Of course they can be left for periods of time, this has gone out of hand. They fit around your life, not the other way around. And if they are occasionally unhappy or 'miss you' (although I head ascribing human emotions to animals) that is not the tragedy of the ages either. Just like it wouldn't be if they were human indeed! I think when people look back of hundreds of years in say 50 or 60 years and we are truly fucked as a species, the way some people indulge their pets will be seen as symptomatic of our decadence and ridiculousness as a society.

P

CoffeeCantata · 26/09/2023 08:13

Frequency
She has very severe social anxiety and says her dogs make her feel more comfortable because they give her something comforting to hold and something to do with her hands when she feels stressed or anxious.

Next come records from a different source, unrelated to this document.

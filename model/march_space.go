package model

import "math"

// spaceMarch steps the heat contents of a body of two or three axes, or of a spheroid, by the stabilised explicit scheme RKL2 (Meyer,
// Balsara & Aslam 2014, J. Comput. Phys. 257:594-626), which is of second order and needs no equations solved: only the Kirchhoff
// integrals of the heat contents, whose differences the axes turn into flows.
type spaceMarch struct {
	axes  [3]*spaceAxis
	round *roundMesh  // of a spheroid; nil else
	ice   *iceVolumes // where a front of ice may move; nil else
	n     int
	law   *law
	skins [3][2]*skin
	spots [3][2][]int // the nodes of each face

	h, f0          []float64 // heat contents, J/m³, and their rates, J/(m³·s)
	y1, y2, f, u   []float64
	kept           []float64
	conducts, thin float64       // in this step of the chain: fastest rate of decay by conduction, 1/s; largest slope of temperature by heat
	steep          [3][2]float64 // by face: largest slope of the flow by temperature at the last rates, W/(m²·K)
}

func newSpaceMarch(axes [3]*spaceAxis, l *law, startC float64) *spaceMarch {
	m := &spaceMarch{axes: axes, law: l, n: axes[0].n * axes[1].n * axes[2].n}
	for _, s := range []*[]float64{&m.h, &m.f0, &m.y1, &m.y2, &m.f, &m.u} {
		*s = make([]float64, m.n)
	}
	for i := range m.h {
		m.h[i] = l.heat(startC)
	}
	if axes[0].line != nil {
		m.ice = newIceVolumes(axes, l, startC)
		copy(m.u, m.ice.start)
	}
	stride := [3]int{axes[1].n * axes[2].n, axes[2].n, 1}
	for i := range m.h {
		for a, ax := range axes {
			switch at := i / stride[a] % ax.n; {
			case ax.face[1] > 0 && at == ax.n-1:
				m.spots[a][1] = append(m.spots[a][1], i)
			case ax.face[0] > 0 && at == 0:
				m.spots[a][0] = append(m.spots[a][0], i)
			}
		}
	}
	return m
}

func (m *spaceMarch) surround(skins func(*Face) *skin) {
	low, high := m.span()
	for a, ax := range m.axes {
		m.skins[a] = [2]*skin{}
		if ax.face[1] > 0 {
			m.skins[a][1] = skins(ax.upper)
		}
		if ax.face[0] > 0 {
			m.skins[a][0] = skins(ax.lower)
		}
		for _, s := range m.skins[a] {
			if s != nil && !s.insulated {
				l, h := s.mediumRange()
				low, high = min(low, l), max(high, h)
			}
		}
	}
	var spread float64
	spread, m.thin = m.law.fastest(low, high)
	m.conducts = m.conductsFast() * spread
}

// fastest is a bound on the rates of decay now, 1/s: of conduction, and of the faces as steep as the last rates found them, with half as
// much again for what they may become in a step.
func (m *spaceMarch) fastest() float64 {
	rate := m.conducts
	for a, ax := range m.axes {
		for side := range m.skins[a] {
			rate += 1.5 * ax.face[side] * m.steep[a][side] * m.thin
		}
	}
	return rate
}

// conductsFast is the largest rate of decay of all axes together, 1/m².
func (m *spaceMarch) conductsFast() float64 {
	if m.round != nil {
		return m.round.fast
	}
	sum := 0.0
	for _, a := range m.axes {
		sum += a.fast
	}
	return sum
}

// conduct fills out with the rates of heat contents by conduction from Kirchhoff integrals u.
func (m *spaceMarch) conduct(u, out []float64) {
	if m.round != nil {
		m.round.conduct(u, out)
		return
	}
	if m.ice != nil {
		m.ice.conduct(u, out)
		for a := range m.skins {
			for side, s := range m.skins[a] {
				if s != nil && s.held { // the heat content of the medium itself
					m.ice.even(m.spots[a][side])
				}
			}
		}
		return
	}
	clear(out)
	n0, n1, n2 := m.axes[0].n, m.axes[1].n, m.axes[2].n
	m.axes[0].apply(u, out, n1*n2)
	for i := 0; i < n0; i++ {
		m.axes[1].apply(u[i*n1*n2:(i+1)*n1*n2], out[i*n1*n2:(i+1)*n1*n2], n2)
	}
	if n2 > 1 {
		for i := 0; i < n0*n1; i++ {
			m.axes[2].apply(u[i*n2:(i+1)*n2], out[i*n2:(i+1)*n2], 1)
		}
	}
}

// rates fills out with the slopes in time of heat contents h, tau s into the step.
func (m *spaceMarch) rates(h, out []float64, tau float64) {
	if m.ice != nil {
		m.ice.read(h, m.u)
	} else {
		for i, x := range h {
			m.u[i] = m.law.kirchhoff(x)
		}
	}
	m.conduct(m.u, out)
	held := false
	for a, ax := range m.axes {
		for side, s := range m.skins[a] {
			if s == nil || s.insulated {
				continue
			}
			if s.held {
				held = true
				continue
			}
			m.steep[a][side] = 0
			for k, i := range m.spots[a][side] {
				w, d := s.flux(m.temperature(h[i], i), tau)
				m.steep[a][side] = max(m.steep[a][side], -d)
				per := ax.face[side]
				if m.round != nil {
					per = m.round.face[k]
				}
				out[i] += w * per
			}
		}
	}
	if held {
		m.hold(nil, out, 0)
	}
}

// hold keeps the faces that are kept at their media: rates 0, and heat contents, unless nil, those of the media.
func (m *spaceMarch) hold(h, rate []float64, tau float64) {
	for a := range m.axes {
		for side, s := range m.skins[a] {
			if s == nil || !s.held {
				continue
			}
			at := 0.0
			if h != nil {
				at = m.law.heat(s.mediumC(tau))
			}
			for _, i := range m.spots[a][side] {
				if h != nil {
					h[i] = at
				}
				if rate != nil {
					rate[i] = 0
				}
			}
		}
	}
}

// temperature gives that of node i with heat content h at the last rates, °C.
func (m *spaceMarch) temperature(h float64, i int) float64 {
	if m.ice != nil {
		t, _ := m.law.byU().temperature(m.u[i])
		return t
	}
	return m.law.temperature(h)
}

func (m *spaceMarch) begin(tau float64) {
	m.hold(m.h, nil, tau)
	m.rates(m.h, m.f0, tau)
	if m.ice != nil {
		copy(m.ice.start, m.u)
	}
}

// mostStages is how many stages a step may have: more would gather rounding.
const mostStages = 99

func (m *spaceMarch) try(tau, d float64) float64 {
	stages := int(math.Ceil((math.Sqrt(9+8*d*m.fastest()*1.05) - 1) / 2))
	stages = max(3, stages|1)
	if stages > mostStages {
		return math.Inf(1)
	}
	s2 := float64(stages*stages + stages - 2)
	w1 := 4 / s2
	h, y0, y1 := m.h, m.y2, m.y1
	if m.ice != nil {
		copy(m.u, m.ice.start)
		m.conduct(m.u, m.f)
	}
	for i := range h {
		y0[i] = h[i]
		y1[i] = h[i] + w1/3*d*m.f0[i]
	}
	at := w1 / 3
	m.hold(y1, nil, tau+at*d)
	b1, b2 := 1.0/3, 1.0/3
	for j := 2; j <= stages; j++ {
		x := float64(j)
		b := 1.0 / 3
		if j > 2 {
			b = (x*x + x - 2) / (2 * x * (x + 1))
		}
		mu, nu := (2*x-1)/x*b/b1, -(x-1)/x*b/b2
		steep := mu * w1 * d
		first := -(1 - b1) * steep
		m.rates(y1, m.f, tau+at*d)
		rest := 1 - mu - nu
		for i, r := range m.f {
			y0[i] = mu*y1[i] + nu*y0[i] + rest*h[i] + steep*r + first*m.f0[i]
		}
		at = (x*x + x - 2) / s2
		m.hold(y0, nil, tau+at*d)
		y0, y1 = y1, y0
		b1, b2 = b, b1
	}
	m.y1, m.y2 = y1, y0
	m.rates(m.y1, m.f, tau+d)
	worst := 0.0
	for i, y := range m.y1 {
		e := 0.8*(h[i]-y) + 0.4*d*(m.f0[i]+m.f[i])
		worst = max(worst, math.Abs(e*m.thinAt(y, i)))
	}
	if math.IsNaN(worst) {
		return math.Inf(1)
	}
	return worst
}

// thinAt is the slope of the temperature of node i by its heat content h at the last rates, m³·K/J.
func (m *spaceMarch) thinAt(h float64, i int) float64 {
	if m.ice == nil {
		_, thin := m.law.warmth(h)
		return thin
	}
	_, du := m.ice.invert(h, m.u[i], i)
	_, dt := m.law.byU().temperature(m.u[i])
	return du * dt
}

func (m *spaceMarch) accept(k *track, t float64) {
	m.h, m.y1 = m.y1, m.h
	m.f0, m.f = m.f, m.f0
	if m.ice != nil {
		copy(m.ice.start, m.u)
	}
	m.keep(k, t)
}

// turn does nothing: each step stands by itself.
func (m *spaceMarch) turn(float64) {}

func (m *spaceMarch) keep(k *track, t float64) {
	c, slope := k.add(t)
	if m.ice != nil {
		copy(c, m.u)
		m.ice.slopes(m.h, m.u, m.f0, slope)
		return
	}
	for i, h := range m.h {
		c[i], slope[i] = m.law.warmth(h)
		slope[i] *= m.f0[i]
	}
}

// firstS is what a few stages reach.
func (m *spaceMarch) firstS() float64 { return 2 / m.fastest() }

func (m *spaceMarch) span() (low, high float64) {
	low, high = math.Inf(1), math.Inf(-1)
	if m.ice != nil {
		for _, u := range m.u {
			low, high = min(low, u), max(high, u)
		}
		low, _ = m.law.byU().temperature(low)
		high, _ = m.law.byU().temperature(high)
		return low, high
	}
	for _, h := range m.h {
		low, high = min(low, h), max(high, h)
	}
	return m.law.temperature(low), m.law.temperature(high)
}

func (m *spaceMarch) save(float64) {
	m.kept = append(append(m.kept[:0], m.h...), m.f0...)
	if m.ice != nil {
		m.kept = append(m.kept, m.ice.start...)
	}
}

func (m *spaceMarch) restore() {
	copy(m.h, m.kept[:m.n])
	copy(m.f0, m.kept[m.n:])
	if m.ice != nil {
		copy(m.ice.start, m.kept[2*m.n:])
		copy(m.u, m.ice.start)
	}
}

// fastest gives the largest diffusivity, m²/s, and the largest slope of temperature by heat content, m³·K/J, between two temperatures.
func (l *law) fastest(low, high float64) (spread, thin float64) {
	for i := 0; i <= 64; i++ {
		_, _, dt, du := l.at(l.heat(low + (high-low)*float64(i)/64))
		spread, thin = max(spread, du), max(thin, dt)
	}
	return spread, thin
}

func (m *spaceMarch) touches(k *skin) (nodes []int) {
	for a := range m.skins {
		for side, s := range m.skins[a] {
			if s == k {
				nodes = append(nodes, m.spots[a][side]...)
			}
		}
	}
	return nodes
}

They're also a perfect excuse to leave the group for a short time without having to explain that she is feeling panicky and needs time alone (which often leads to people following her to check she is OK). She can just tell people the dog needs to toilet so she's going outside/away from the group.

Yes - but don't you need to balance this up with the 'irritation factor' to friends and others? I have to say that someone constantly in the company of their dog would put me off making any kind of relationship with them. Especially the mention of the dog's toilet requirements!! Thanks for that mental picture....😖

Naunet · 26/09/2023 08:15

Xrays · 25/09/2023 13:57

She’s being ridiculous. Can’t stand people who treat their dog like a child and want to take them everywhere.

You shouldn’t take your kids everywhere either, including friends trips away!

Allofthisisasimulation · 26/09/2023 08:18

YANBU.
She is BU though, assuming everyone wants her dog there all the time.
If she is reacting badly then it's something she needs to find her own way through, because it's not unreasonable to not want a dog there all the time (even if you don't mind some of the time, don't mind or even quite like dogs).